Detailed Description

OBJECTIVES:

Primary

• Compare whether treatment with alpha-lipoic acid vs placebo decreases the severity and frequency of peripheral neuropathy in cancer patients receiving a cisplatin- or oxaliplatin-containing chemotherapy regimen.
• Compare the protective effect duration of these drugs in these patients.

Secondary

• Determine large sensory fiber integrity associated with platinum-induced peripheral neuropathy, as measured by three timed functional tests comprising fastening 6-buttons, walking 50 feet, and placing coins in a cup, in patients treated with these drugs.
• Compare the number of chemotherapy courses and doses received by patients treated with these drugs.

Tertiary

• Compare the optimal tumor response (disease progression, stable disease, partial response, or complete response) to chemotherapy in patients treated with these drugs.

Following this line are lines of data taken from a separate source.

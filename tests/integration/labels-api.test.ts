// The label routes' checks that come before any registry lookup: sign-in, code check characters,
// print options and batch limits. Every failure has the documented JSON error shape.
import { describe, it, expect, beforeAll } from 'vitest';
import { client, signedIn, DEMO, type Client } from '../helpers/http';
import { formatCode, itemPath, legacyCode } from '../../src/lib/domain/codes';

const good = formatCode('TRN', 42); // TRN-00042/G
const wrong = 'TRN-00042/H';

let curator: Client;
beforeAll(async () => {
	curator = await signedIn(DEMO.curator);
});

describe('GET /api/items/{code}/label', () => {
	it('needs an account', async () => {
		const r = await client().get(`/api/items/${good}/label`);
		expect(r.status).toBe(401);
		expect(r.body.error.code).toBe('unauthenticated');
	});

	it('refuses a wrong check character (ISO/IEC 7064:2003 MOD 37,36) with a clear message', async () => {
		for (const path of [itemPath(wrong), wrong, legacyCode(wrong)]) {
			const r = await curator.get(`/api/items/${path}/label?format=thermal`);
			expect(r.status, path).toBe(400);
			expect(r.body.error.code).toBe('wrong_check_character');
			expect(r.body.error.message).toContain('check character is H, expected G');
		}
	});

	it('refuses text that is not an item code', async () => {
		const r = await curator.get('/api/items/TRN-42/label');
		expect(r.status).toBe(400);
		expect(r.body.error.code).toBe('invalid_code');
		expect(r.body.error.message).toContain('PREFIX-NNNNN/C');
	});

	it('refuses an unknown format, an offset beyond ±10 mm and a start position off the sheet', async () => {
		const f = await curator.get(`/api/items/${good}/label?format=a5`);
		expect(f.status).toBe(400);
		expect(f.body.error.message).toMatch(/format must be one of thermal, a4, letter/);
		const o = await curator.get(`/api/items/${good}/label?format=a4&offsetX=12`);
		expect(o.status).toBe(400);
		expect(o.body.error.message).toMatch(/offsetX must be between/);
		const n = await curator.get(`/api/items/${good}/label?format=a4&offsetY=abc`);
		expect(n.status).toBe(400);
		const s = await curator.get(`/api/items/${good}/label?format=letter&startAt=28`);
		expect(s.status).toBe(400);
		expect(s.body.error.message).toMatch(/1 to 27/);
	});
});

describe('POST /api/labels', () => {
	it('needs an account', async () => {
		const r = await client().post('/api/labels', { codes: [good], format: 'a4' });
		expect(r.status).toBe(401);
	});

	it('names every code with a wrong check character, by its position', async () => {
		const r = await curator.post('/api/labels', { codes: [good, wrong, 'HLF-00001/0'], format: 'a4' });
		expect(r.status).toBe(400);
		expect(r.body.error.code).toBe('wrong_check_character');
		expect(Object.keys(r.body.error.fields)).toEqual(['codes.1', 'codes.2']);
		expect(r.body.error.fields['codes.1']).toContain('expected G');
		expect(r.body.error.message).toMatch(/^2 codes are not valid/);
	});

	it('refuses an empty list and more than 1000 codes', async () => {
		const empty = await curator.post('/api/labels', { codes: [], format: 'a4' });
		expect(empty.status).toBe(422);
		expect(empty.body.error.fields.codes).toMatch(/at least one/);
		const many = await curator.post('/api/labels', { codes: Array.from({ length: 1001 }, (_, i) => formatCode('TRN', i + 1)), format: 'a4' });
		expect(many.status).toBe(422);
		expect(many.body.error.fields.codes).toMatch(/at most 1000/);
	});
});

describe('GET /api/scan/{code}', () => {
	it('refuses a wrong check character before looking anything up', async () => {
		const r = await curator.get(`/api/scan/${itemPath(wrong)}`);
		expect(r.status).toBe(400);
		expect(r.body.error.code).toBe('wrong_check_character');
	});

	it('needs an account', async () => {
		expect((await client().get(`/api/scan/${good}`)).status).toBe(401);
	});
});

OUTLINE: This is a randomized, double-blind, placebo-controlled, multicenter study. Patients are stratified according to prior platinum-containing treatment (yes vs no). Patients who received prior treatment are further stratified according to prior cumulative platinum exposure (cisplatin < 200 mg/m^2 or oxaliplatin < 750 mg/m^2 vs cisplatin 200-399 mg/m^2 or oxaliplatin 750-999 mg/m^2 vs cisplatin >400 mg/m^2 or oxaliplatin > 1,000 mg/m^2). Patients are randomized to 1 of 2 treatment arms.

• Arm I: Patients receive oral alpha-lipoic acid* three times daily for at least 24 weeks in the absence of unacceptable toxicity.
• Arm II: Patients receive oral placebo* three times daily for at least 24 weeks in the absence of unacceptable toxicity.

NOTE: *In both arms, patients begin taking study drug 4 days after completion of each chemotherapy treatment and continue taking study drug until 2 days before their next scheduled chemotherapy treatment.

Patients' symptoms of peripheral neuropathy, pain, and functional tests are assessed at baseline and then at weeks 6-8, 12, 24, 36, and 48.

PROJECTED ACCRUAL: A total of 244 patients (122 per treatment arm) will be accrued for this study within 2 years.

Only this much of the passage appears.